Eliminating Manual Class Registration in Unitxt with Import Paths
Problem Statement
In Unitxt, every artifact in the catalog includes a __type__ field in its JSON representation. This field stores the class that was used to instantiate the artifact, which is necessary for loading it back into a Python instance.
Currently, Unitxt relies on a class registry that maps a prettified class name to its actual class. The __type__ field stores the prettified name, and when an artifact is loaded, this name is used to look up the original class in the registry.
However, this approach introduces several challenges:
- Manual Class Registration – Any class that might appear in the catalog must be registered in advance.
- Import Dependencies – Users must explicitly import all custom classes used in the catalog within any code accessing it. This can be difficult to debug and communicate to users.
- Ongoing Maintenance – Users frequently encounter this issue and must manually maintain the solution.
Proposed Solution
Instead of storing a prettified name, we propose changing the __type__ field to store:
- A full import path (e.g.,
"unitxt.loaders.LoadHF") for globally available classes. - A relative import path (e.g.,
".MyOperator") based on a registered folder.
By default, the current working directory will be automatically registered, making the system more intuitive for small projects running locally.
Benefits of the Proposed Change
- No More Manual Class Registration – Libraries using Unitxt will no longer need to register their classes manually.
- Improved Usability for Small Projects – Projects operating within a single working directory will work seamlessly using relative imports.
- Support for Larger Projects – Projects without a formal package structure can register their main directories and use relative imports.
This change will make Unitxt more user-friendly, reduce setup complexity, and improve error handling.
This issue is stale because it has been open for 30 days with no activity.
This issue was closed because it has been inactive for 14 days since being marked as stale.
This is still worked on .Right?
This issue is stale because it has been open for 30 days with no activity.
Still is still important.
This issue is stale because it has been open for 30 days with no activity.
Still worked on in #1713
@yoavkatz , the look of the catalog (as suggested in PR #1713) is evidently not backward compatible. the __type__ field is defined differently: module and class (PR) vs snake (thus far). @elronbandel identified this as a problem preventing from accepting.

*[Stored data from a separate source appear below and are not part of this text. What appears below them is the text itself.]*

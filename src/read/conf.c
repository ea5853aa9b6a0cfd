#include "read/conf.h"

#include <math.h>
#include <stdio.h>
#include <stdlib.h>
#include <string.h>

#include <confuse.h>

#include "base/number.h"
#include "base/text.h"
#include "read/check.h"
#include "read/scan.h"

/* The parser sees every value as text and every title as the section's id; what a value means
 * is decided by the key table, in no locale. Its message, if it ever refuses what the scan let
 * pass, is caught here: it may only be called from one thread at a time. */
static bh_problems *complaints;
static const char *complaint_file;

static void on_error(cfg_t *cfg, const char *format, va_list args)
{
	char text[256];

	vsnprintf(text, sizeof text, format, args);
	bh_problem(complaints, (bh_place){ complaint_file, cfg ? cfg->line : 0, 1 },
		   "%s\ncheck the "
		   "line",
		   text);
}

static bool is_list(const bh_key *key)
{
	return key->type == BH_KEY_NUMBERS || key->type == BH_KEY_WHOLES ||
	       key->type == BH_KEY_TEXTS;
}

/* Whether a key belongs to a section kind: "aim line" and "aim survey" are one to the parser. */
static bool belongs(const bh_key *key, bh_key_file file, const char *section)
{
	size_t n = strlen(section);

	return key->file == file &&
	       (strcmp(key->section, section) == 0 ||
		(n && strncmp(key->section, section, n) == 0 && key->section[n] == ' '));
}

static bool has(const cfg_opt_t *options, size_t count, const char *name)
{
	for (size_t i = 0; i < count; i++)
		if (strcmp(options[i].name, name) == 0)
			return true;
	return false;
}

/* Options of a section for the parser, sub-sections included. */
static cfg_opt_t *options_of(bh_arena *arena, bh_key_file file, const char *section)
{
	cfg_opt_t *options =
		bh_new(arena, cfg_opt_t, bh_key_count + bh_section_kind_count + 1);
	size_t n = 0;

	if (!options)
		return NULL;
	for (size_t i = 0; i < bh_key_count; i++) {
		const bh_key *key = &bh_keys[i];

		if (!belongs(key, file, section) || has(options, n, key->name))
			continue;
		if (is_list(key))
			options[n++] =
				(cfg_opt_t)CFG_STR_LIST(key->name, NULL, CFGF_NODEFAULT);
		else
			options[n++] =
				(cfg_opt_t)CFG_STR(key->name, NULL, CFGF_NODEFAULT);
	}
	for (size_t i = 0; i < bh_section_kind_count; i++) {
		const bh_section_kind *kind = &bh_section_kinds[i];
		cfg_opt_t *inside;

		if (kind->file != file || strcmp(kind->parent, section) != 0)
			continue;
		inside = options_of(arena, file, kind->name);
		if (!inside)
			return NULL;
		options[n++] = (cfg_opt_t)CFG_SEC(kind->name, inside,
						  kind->titled ? CFGF_MULTI | CFGF_TITLE
							       : CFGF_NONE);
	}
	options[n] = (cfg_opt_t)CFG_END();
	return options;
}

typedef struct {
	bh_arena *arena;
	bh_key_file file;
	bool lost;
} builder;

static bool fill_entry(builder *b, bh_conf_entry *entry, const bh_scan_key *written,
		       cfg_t *cfg)
{
	entry->place = written->place;
	entry->count = written->count;
	entry->values = bh_new(b->arena, bh_conf_value, written->count);
	if (!entry->values)
		return false;
	for (size_t i = 0; i < written->count; i++) {
		const char *text = cfg_getnstr(cfg, written->name, (unsigned)i);
		bh_conf_value *value = &entry->values[i];

		value->place = written->values[i].place;
		value->text = bh_arena_text(b->arena, text ? text : "");
		value->number = NAN;
		if (!value->text)
			return false;
		if (entry->key->type != BH_KEY_TEXT && entry->key->type != BH_KEY_TEXTS)
			bh_check_number(&value->number, entry->key, value->text);
	}
	return true;
}

/* The parser's section that carries a scanned section's values. */
static cfg_t *partner(cfg_t *cfg, const bh_scan_section *s)
{
	char id[24];

	if (!s->title)
		return cfg_getsec(cfg, s->name);
	snprintf(id, sizeof id, "%zu", s->id);
	return cfg_gettsec(cfg, s->name, id);
}

static bh_conf_section *build(builder *b, const bh_scan_section *s, cfg_t *cfg)
{
	bh_conf_section *made = bh_new(b->arena, bh_conf_section, 1);
	bh_problems none = { .arena = b->arena };

	if (!made || !cfg)
		return NULL;
	made->name = s->name;
	made->title = s->title ? s->title : "";
	made->place = s->place;
	made->title_place = s->title_place;
	made->lacks = s->lacks;
	made->faulty = s->faulty;
	made->key_section = bh_check_key_section(s, b->file, &none);
	made->entries = bh_new(b->arena, bh_conf_entry, s->key_count);
	made->sections = bh_new(b->arena, bh_conf_section *, s->section_count);
	if (!made->entries || !made->sections)
		return NULL;
	for (size_t i = 0; i < s->key_count; i++) {
		bh_conf_entry *entry = &made->entries[made->entry_count];

		if (s->keys[i].bad)
			continue;
		made->entry_count++;
		entry->key = bh_key_find(b->file, made->key_section, s->keys[i].name);
		if (!fill_entry(b, entry, &s->keys[i], cfg))
			return NULL;
	}
	for (size_t i = 0; i < s->section_count; i++) {
		bh_conf_section *sub;

		if (s->sections[i]->bad)
			continue;
		sub = build(b, s->sections[i], partner(cfg, s->sections[i]));
		if (!sub)
			return NULL;
		made->sections[made->section_count++] = sub;
	}
	return made;
}

static bool parse(bh_conf_section **root, bh_arena *arena, bh_key_file kind,
		  const bh_scan_section *scanned, const char *text, bh_problems *problems)
{
	builder b = { arena, kind, false };
	cfg_opt_t *options = options_of(arena, kind, "");
	cfg_t *cfg = options ? cfg_init(options, CFGF_NONE) : NULL;
	size_t before = problems->count;
	bool good = false;

	if (!cfg) {
		problems->lost = true;
		return false;
	}
	complaints = problems;
	complaint_file = scanned->place.file;
	cfg_set_error_function(cfg, on_error);
	if (cfg_parse_buf(cfg, text) == CFG_SUCCESS) {
		*root = build(&b, scanned, cfg);
		good = *root != NULL;
		problems->lost = problems->lost || !good;
	} else if (problems->count == before) {
		bh_problem(problems, scanned->place,
			   "the file cannot be parsed\ncheck its quotes and "
			   "braces");
	}
	cfg_free(cfg);
	complaints = NULL;
	return good;
}

int bh_conf_by_place(const void *a, const void *b)
{
	const bh_err *p = a, *q = b;
	int files = strcmp(p->file, q->file);

	if (files != 0)
		return files;
	if (p->line != q->line)
		return p->line < q->line ? -1 : 1;
	return (p->col > q->col) - (p->col < q->col);
}

bool bh_conf_read(bh_conf_section **root, bh_arena *arena, bh_key_file kind,
		  const char *file, const char *bytes, size_t length,
		  bh_problems *problems)
{
	bh_scan_section *scanned = NULL;
	size_t before = problems->count;
	bh_text text = { 0 };
	bool whole;

	*root = NULL;
	whole = bh_scan(&scanned, arena, file, bytes, length, problems);
	if (scanned) { /* what is good is read even beside what is bad */
		bh_check(scanned, kind, whole, problems);
		bh_scan_write(&text, scanned);
		problems->lost = problems->lost || text.lost;
		if (!problems->lost)
			parse(root, arena, kind, scanned, text.bytes ? text.bytes : "",
			      problems);
	}
	bh_text_free(&text);
	if (problems->count > before)
		qsort(problems->items + before, problems->count - before,
		      sizeof *problems->items, bh_conf_by_place);
	return *root && problems->count == before && !problems->lost;
}

const bh_conf_entry *bh_conf_entry_of(const bh_conf_section *section, const char *key)
{
	for (size_t i = 0; section && i < section->entry_count; i++)
		if (strcmp(section->entries[i].key->name, key) == 0)
			return &section->entries[i];
	return NULL;
}

const bh_conf_section *bh_conf_section_of(const bh_conf_section *parent, const char *name)
{
	for (size_t i = 0; i < parent->section_count; i++)
		if (strcmp(parent->sections[i]->name, name) == 0)
			return parent->sections[i];
	return NULL;
}

double bh_conf_number(bh_key_file kind, const bh_conf_section *section,
		      const char *key_section, const char *key)
{
	const bh_conf_entry *entry = bh_conf_entry_of(section, key);
	const bh_key *row = bh_key_find(kind, key_section, key);
	double number = NAN;

	if (entry)
		return entry->values[0].number;
	if (row && row->fallback && *row->fallback)
		bh_check_number(&number, row, row->fallback);
	return number;
}

const char *bh_conf_text(bh_key_file kind, const bh_conf_section *section,
			 const char *key_section, const char *key)
{
	const bh_conf_entry *entry = bh_conf_entry_of(section, key);
	const bh_key *row = bh_key_find(kind, key_section, key);

	return entry ? entry->values[0].text : row && row->fallback ? row->fallback : "";
}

The PR contains a utility that runs all the prepare files to 'face-lift' the catalog. Utility that needs to be run once per project (over the prepare files of the project). So backward compatibility is resolved within minutes. Please share your view about this issue.

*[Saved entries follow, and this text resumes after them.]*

#ifndef READ_BUILD_H
#define READ_BUILD_H

#include <stdbool.h>

#include "model/request.h"
#include "read/conf.h"
#include "read/request.h"

/* From checked sections to the model. Each notes every problem it finds; false: some. */

bool bh_build_instrument(bh_instrument *instrument, bh_arena *arena,
			 const bh_conf_section *root, bh_problems *problems);

/* A phase with all it needs to be computed; share_frac −1 when the file gives none. */
bool bh_build_phase(bh_phase *phase, bh_arena *arena, const bh_conf_section *section,
		    bh_problems *problems);

/* Add a plane (or a d of a list) to a phase's targets unless it stands there.
 *   returns  its index; SIZE_MAX: noted */
size_t bh_build_target(bh_phase *phase, bh_arena *arena, const bh_conf_value *value,
		       bh_problems *problems);

/* Phases, shares, specimen, aims, booking. */
bool bh_build_request(bh_request *request, bh_arena *arena, const bh_conf_section *root,
		      const bh_read_options *options, bh_problems *problems);

#endif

This issue is stale because it has been open for 30 days with no activity.
This issue was closed because it has been inactive for 14 days since being marked as stale.

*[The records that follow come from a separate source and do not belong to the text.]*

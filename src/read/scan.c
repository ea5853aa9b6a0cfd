#include "read/scan.h"

#include <errno.h>
#include <string.h>

typedef struct {
	const char *file, *s;
	size_t n, at, line_start;
	int line;
	size_t ids;
	bh_arena *arena;
	bh_problems *problems;
	bool recovered; /* a line was given up: braces may not balance any more */
	bool lost;
} scanner;

bool bh_scan_load(char **bytes, size_t *length, bh_arena *arena, const char *file,
		  FILE *stream, bh_problems *problems)
{
	bh_place place = { file, 0, 0 };
	bh_err err = { .code = BH_OK };
	size_t n;

	*bytes = bh_new(arena, char, BH_FILE_MOST + 2);
	if (!*bytes) {
		problems->lost = true;
		return false;
	}
	n = fread(*bytes, 1, BH_FILE_MOST + 1, stream);
	if (ferror(stream)) {
		bh_fail(&err, BH_BAD_SYSTEM, "cannot read: %s", strerror(errno));
		snprintf(err.file, sizeof err.file, "%s", file);
		return bh_problem_add(problems, &err);
	}
	if (n > BH_FILE_MOST)
		return bh_problem(problems, place,
				  "the file is larger than 1 MB\nallowed: up to %d "
				  "bytes",
				  BH_FILE_MOST);
	*length = n;
	return true;
}

static bh_place place_at(const scanner *c, size_t at)
{
	int col = 1;

	/* columns count characters, not bytes */
	for (size_t i = c->line_start; i < at; i++)
		col += ((unsigned char)c->s[i] & 0xC0) != 0x80;
	return (bh_place){ c->file, c->line, col };
}

static bh_place here(const scanner *c)
{
	return place_at(c, c->at);
}

static void new_line(scanner *c)
{
	c->line++;
	c->line_start = c->at + 1;
}

static void skip_line_comment(scanner *c)
{
	while (c->at < c->n && c->s[c->at] != '\n')
		c->at++;
}

static bool skip_block_comment(scanner *c)
{
	bh_place place = here(c);

	for (c->at += 2; c->at + 1 < c->n; c->at++) {
		if (c->s[c->at] == '*' && c->s[c->at + 1] == '/') {
			c->at += 2;
			return true;
		}
		if (c->s[c->at] == '\n')
			new_line(c);
	}
	c->at = c->n;
	return bh_problem(c->problems, place,
			  "this comment is never closed\nclose it with */");
}

/* To the next character that is neither blank nor comment. */
static bool skip(scanner *c)
{
	while (c->at < c->n) {
		char now = c->s[c->at], next = c->at + 1 < c->n ? c->s[c->at + 1] : 0;

		if (now == '\n') {
			new_line(c);
			c->at++;
		} else if (now == ' ' || now == '\t' || now == '\r') {
			c->at++;
		} else if (now == '#' || (now == '/' && next == '/')) {
			skip_line_comment(c);
		} else if (now == '/' && next == '*') {
			if (!skip_block_comment(c))
				return false;
		} else {
			break;
		}
	}
	return true;
}

static char *take(scanner *c, size_t from, size_t to)
{
	char *text = bh_new(c->arena, char, to - from + 1);

	if (!text) {
		c->lost = true;
		return NULL;
	}
	memcpy(text, c->s + from, to - from);
	return text;
}

static bool bare_char(char ch)
{
	return (unsigned char)ch > ' ' && !strchr("{}()=,\"'#", ch);
}

/* A word without quotes; "//" starts a comment. */
static size_t bare_end(const scanner *c)
{
	size_t i = c->at;

	while (i < c->n && bare_char(c->s[i]) &&
	       !(c->s[i] == '/' && i + 1 < c->n &&
		 (c->s[i + 1] == '/' || c->s[i + 1] == '*')))
		i++;
	return i;
}

static bool quoted(scanner *c, bh_scan_value *value)
{
	char quote = c->s[c->at];
	size_t from = ++c->at;

	while (c->at < c->n && c->s[c->at] != quote) {
		if (c->s[c->at] == '\n')
			return bh_problem(
				c->problems, value->place,
				"this text is not closed before the line ends\nclose it "
				"with %c",
				quote);
		c->at +=
			c->s[c->at] == '\\' && c->at + 1 < c->n && c->s[c->at + 1] != '\n'
				? 2
				: 1;
	}
	if (c->at >= c->n)
		return bh_problem(c->problems, value->place,
				  "this text is not closed\nclose it with %c", quote);
	value->text = take(c, from, c->at);
	value->quote = quote;
	c->at++;
	return value->text != NULL;
}

static bool value_at(scanner *c, bh_scan_value *value)
{
	size_t end;

	*value = (bh_scan_value){ .place = here(c) };
	if (c->at < c->n && (c->s[c->at] == '"' || c->s[c->at] == '\'')) {
		if (!quoted(c, value))
			return false;
	} else {
		end = bare_end(c);
		if (end == c->at)
			return bh_problem(
				c->problems, value->place,
				"a value is missing here\nlike 12.5, \"text\" or {1, 2}");
		value->text = take(c, c->at, end);
		c->at = end;
	}
	if (value->text && strstr(value->text, "${"))
		return bh_problem(
			c->problems, value->place,
			"\"${\" is not allowed in a value\nwrite the value itself");
	return value->text != NULL;
}

static bool add_value(scanner *c, bh_scan_key *key, bh_scan_value value)
{
	bh_scan_value *grown;

	if ((key->count & (key->count - 1)) == 0) { /* room doubles at powers of two */
		grown = bh_grow(c->arena, key->values, bh_scan_value, key->count,
				key->count ? 2 * key->count : 1);
		if (!grown) {
			c->lost = true;
			return false;
		}
		key->values = grown;
	}
	key->values[key->count++] = value;
	return true;
}

static bool list(scanner *c, bh_scan_key *key)
{
	bh_place open = here(c);

	key->list = true;
	c->at++;
	for (;;) {
		bh_scan_value value;

		if (!skip(c))
			return false;
		if (c->at < c->n && c->s[c->at] == '}' && key->count == 0)
			return bh_problem(c->problems, open,
					  "\"%s\" has an empty list\ngive at least "
					  "one value",
					  key->name);
		if (c->at >= c->n)
			return bh_problem(c->problems, open,
					  "this list is never closed\nclose it "
					  "with }");
		if (!value_at(c, &value) || !add_value(c, key, value) || !skip(c))
			return false;
		if (c->at < c->n && c->s[c->at] == '}') {
			c->at++;
			return true;
		}
		if (c->at >= c->n)
			return bh_problem(c->problems, open,
					  "this list is never closed\nclose it "
					  "with }");
		if (c->s[c->at] != ',')
			return bh_problem(c->problems, here(c),
					  "a comma is missing in the list of "
					  "\"%s\"\nlike {1, 2, 3}",
					  key->name);
		c->at++;
	}
}

static bool add_key(scanner *c, bh_scan_section *section, bh_scan_key key)
{
	for (size_t i = 0; i < section->key_count; i++)
		if (strcmp(section->keys[i].name, key.name) == 0)
			bh_problem(c->problems, key.place,
				   "\"%s\" is given twice\nit stands in line %d already",
				   key.name, section->keys[i].place.line);
	if (section->key_count == section->key_room) {
		size_t more = section->key_room ? 2 * section->key_room : 8;
		bh_scan_key *grown = bh_grow(c->arena, section->keys, bh_scan_key,
					     section->key_room, more);

		if (!grown) {
			c->lost = true;
			return false;
		}
		section->keys = grown;
		section->key_room = more;
	}
	section->keys[section->key_count++] = key;
	return true;
}

static bool assignment(scanner *c, bh_scan_section *section, const char *name,
		       bh_place place)
{
	bh_scan_key key = { .name = name, .place = place };
	bh_scan_value value;

	c->at++;
	if (!skip(c))
		return false;
	if (c->at < c->n && c->s[c->at] == '{') {
		if (!list(c, &key))
			return false;
	} else if (!value_at(c, &value) || !add_value(c, &key, value)) {
		return false;
	}
	return add_key(c, section, key);
}

static bool items(scanner *c, bh_scan_section *section, int depth);

static bh_scan_section *add_section(scanner *c, bh_scan_section *parent)
{
	bh_scan_section *made = bh_new(c->arena, bh_scan_section, 1);

	if (made && parent->section_count == parent->section_room) {
		size_t more = parent->section_room ? 2 * parent->section_room : 4;
		bh_scan_section **grown =
			bh_grow(c->arena, parent->sections, bh_scan_section *,
				parent->section_room, more);

		if (!grown)
			made = NULL;
		else {
			parent->sections = grown;
			parent->section_room = more;
		}
	}
	if (!made) {
		c->lost = true;
		return NULL;
	}
	parent->sections[parent->section_count++] = made;
	made->id = ++c->ids;
	return made;
}

/* `name {` or `name "title" {`: the title gives way to the id in the parser's copy. */
static bool section_at(scanner *c, bh_scan_section *parent, const char *name,
		       bh_place place, int depth)
{
	bh_scan_section *made = add_section(c, parent);
	bh_scan_value title;

	if (!made)
		return false;
	made->name = name;
	made->place = place;
	if (c->s[c->at] != '{') {
		if (!value_at(c, &title))
			return false;
		made->title = title.text;
		made->title_place = title.place;
		if (!skip(c))
			return false;
	}
	if (c->at >= c->n || c->s[c->at] != '{')
		return bh_problem(c->problems, here(c),
				  "\"%s\" needs = and a value, or a section in "
				  "{ }\nlike %s = 1",
				  name, name);
	if (depth == BH_DEPTH_MOST)
		return bh_problem(c->problems, here(c),
				  "sections stand too deep in each other\n"
				  "allowed: %d",
				  BH_DEPTH_MOST);
	c->at++;
	if (!items(c, made, depth + 1))
		return false;
	if (c->at >= c->n)
		return c->recovered ||
		       bh_problem(c->problems, place,
				  "the section \"%s\" that starts here is never "
				  "closed\nclose it with }",
				  name);
	c->at++;
	return true;
}

static bool item(scanner *c, bh_scan_section *section, int depth)
{
	bh_place place = here(c);
	size_t end = bare_end(c);
	char *name;

	if (end == c->at)
		return bh_problem(c->problems, place,
				  "a \"%c\" has no place here\na key, a section or "
				  "} may follow",
				  c->s[c->at]);
	name = take(c, c->at, end);
	c->at = end;
	if (!name || !skip(c))
		return false;
	if (c->at + 1 < c->n && ((c->s[c->at] == '+' && c->s[c->at + 1] == '=') ||
				 (c->s[c->at] == '=' && name[strlen(name) - 1] == '+')))
		return bh_problem(c->problems, place,
				  "\"+=\" is not allowed\nwrite = and the whole list");
	if (c->at < c->n && c->s[c->at] == '=')
		return assignment(c, section, name, place);
	if (c->at < c->n &&
	    (c->s[c->at] == '{' || c->s[c->at] == '"' || c->s[c->at] == '\''))
		return section_at(c, section, name, place, depth);
	return bh_problem(c->problems, place,
			  "\"%s\" is followed by neither = nor {\nlike %s = 1", name,
			  name);
}

/* After a problem: go on behind this line, so that one run finds the next problem too. */
static bool give_up_line(scanner *c)
{
	enum { MOST_PROBLEMS = 20 };

	if (c->lost || c->at >= c->n || c->problems->count >= MOST_PROBLEMS)
		return false;
	while (c->at < c->n && c->s[c->at] != '\n')
		c->at++;
	c->recovered = true;
	return true;
}

static bool items(scanner *c, bh_scan_section *section, int depth)
{
	for (;;) {
		if (!skip(c))
			return false;
		if (c->at >= c->n)
			return true;
		if (c->s[c->at] == '}') {
			if (depth > 0)
				return true;
			if (c->recovered) {
				c->at++;
				continue;
			}
			return bh_problem(c->problems, here(c),
					  "this } closes nothing\ntake it out, "
					  "or open a section with {");
		}
		if (!item(c, section, depth) && !give_up_line(c))
			return false;
	}
}

/* Bytes of one UTF-8 character, 0 when it is none. */
static size_t utf8_length(const unsigned char *s, size_t n)
{
	size_t need = s[0] < 0x80		    ? 1
		      : s[0] >= 0xC2 && s[0] < 0xE0 ? 2
		      : (s[0] & 0xF0) == 0xE0	    ? 3
		      : s[0] >= 0xF0 && s[0] < 0xF5 ? 4
						    : 0;

	if (need > n)
		return 0;
	for (size_t i = 1; i < need; i++)
		if ((s[i] & 0xC0) != 0x80)
			return 0;
	return need;
}

/* Bytes that no text holds, and lines that no person writes. */
static bool clean(scanner *c)
{
	bool good = true;

	for (size_t i = 0; i < c->n && good;) {
		size_t length = utf8_length((const unsigned char *)c->s + i, c->n - i);

		c->at = i;
		if (c->s[i] == '\n') {
			new_line(c);
		} else if ((unsigned char)c->s[i] < ' ' && c->s[i] != '\t' &&
			   c->s[i] != '\r') {
			good = bh_problem(c->problems, here(c),
					  "a control byte (0x%02x) in the "
					  "file\nplain UTF-8 text is allowed",
					  (unsigned)(unsigned char)c->s[i]);
		} else if (length == 0) {
			good = bh_problem(c->problems, here(c),
					  "a byte (0x%02x) that is not UTF-8\n"
					  "save the file as UTF-8",
					  (unsigned)(unsigned char)c->s[i]);
		} else if (i - c->line_start > BH_LINE_MOST) {
			good = bh_problem(c->problems, here(c),
					  "a line longer than %d bytes\nbreak "
					  "it",
					  BH_LINE_MOST);
		}
		i += length ? length : 1;
	}
	c->at = c->line_start = 0;
	c->line = 1;
	return good;
}

bool bh_scan(bh_scan_section **root, bh_arena *arena, const char *file, const char *bytes,
	     size_t length, bh_problems *problems)
{
	scanner c = { .file = file,
		      .s = bytes,
		      .n = length,
		      .line = 1,
		      .arena = arena,
		      .problems = problems };
	size_t before = problems->count;
	bool good;

	if (length >= 3 && memcmp(bytes, "\xEF\xBB\xBF", 3) == 0) { /* byte-order mark */
		c.s += 3;
		c.n -= 3;
	}
	*root = bh_new(arena, bh_scan_section, 1);
	if (!*root) {
		problems->lost = true;
		return false;
	}
	(*root)->name = "";
	(*root)->place = (bh_place){ file, 1, 1 };
	good = clean(&c) && items(&c, *root, 0);
	if (c.lost)
		problems->lost = true;
	return good && problems->count == before && !problems->lost;
}

/* Quotes as written: the parser resolves escapes inside double ones only. */
static void write_value(bh_text *text, const bh_scan_value *value)
{
	char quote = value->quote ? value->quote : '\'';

	bh_text_format(text, "%c%s%c", quote, value->text, quote);
}

void bh_scan_write(bh_text *text, const bh_scan_section *section)
{
	for (size_t i = 0; i < section->key_count; i++) {
		const bh_scan_key *key = &section->keys[i];

		if (key->bad)
			continue;
		bh_text_format(text, "%s = %s", key->name, key->list ? "{" : "");
		for (size_t k = 0; k < key->count; k++) {
			bh_text_add(text, k ? ", " : "");
			write_value(text, &key->values[k]);
		}
		bh_text_add(text, key->list ? "}\n" : "\n");
	}
	for (size_t i = 0; i < section->section_count; i++) {
		const bh_scan_section *sub = section->sections[i];

		if (sub->bad)
			continue;
		bh_text_add(text, sub->name);
		if (sub->title)
			bh_text_format(text, " \"%zu\"", sub->id);
		bh_text_add(text, " {\n");
		bh_scan_write(text, sub);
		bh_text_add(text, "}\n");
	}
}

This is still an important issue that people struggle with.
Hi @yoavkatz , I already prepared a PR to solve this, as to all unitxt classes.
The version uses a new unitxt catalog, where each __type__ is expressed as a dict of module and class.
However, being backward compatible, it can also live with the current unitxt catalog where each __type__ is expressed as snake_case of the relevant class (no reflection of any module). The way the PR finds the module is (mainly) a simple grep over the files under src/unitxt.
In other words: we can offer the users a version that does not invoke register_all_artifacts upfront (in the __init__), employing, instead, and only for the needed classes - a grep. No other change to the code or the catalog.
Will that be of interest to you until @elronbandel will decide what to do with the above mentioned full PR?
This issue is stale because it has been open for 30 days with no activity.
This issue was closed because it has been inactive for 14 days since being marked as stale.
This issue is stale because it has been open for 30 days with no activity.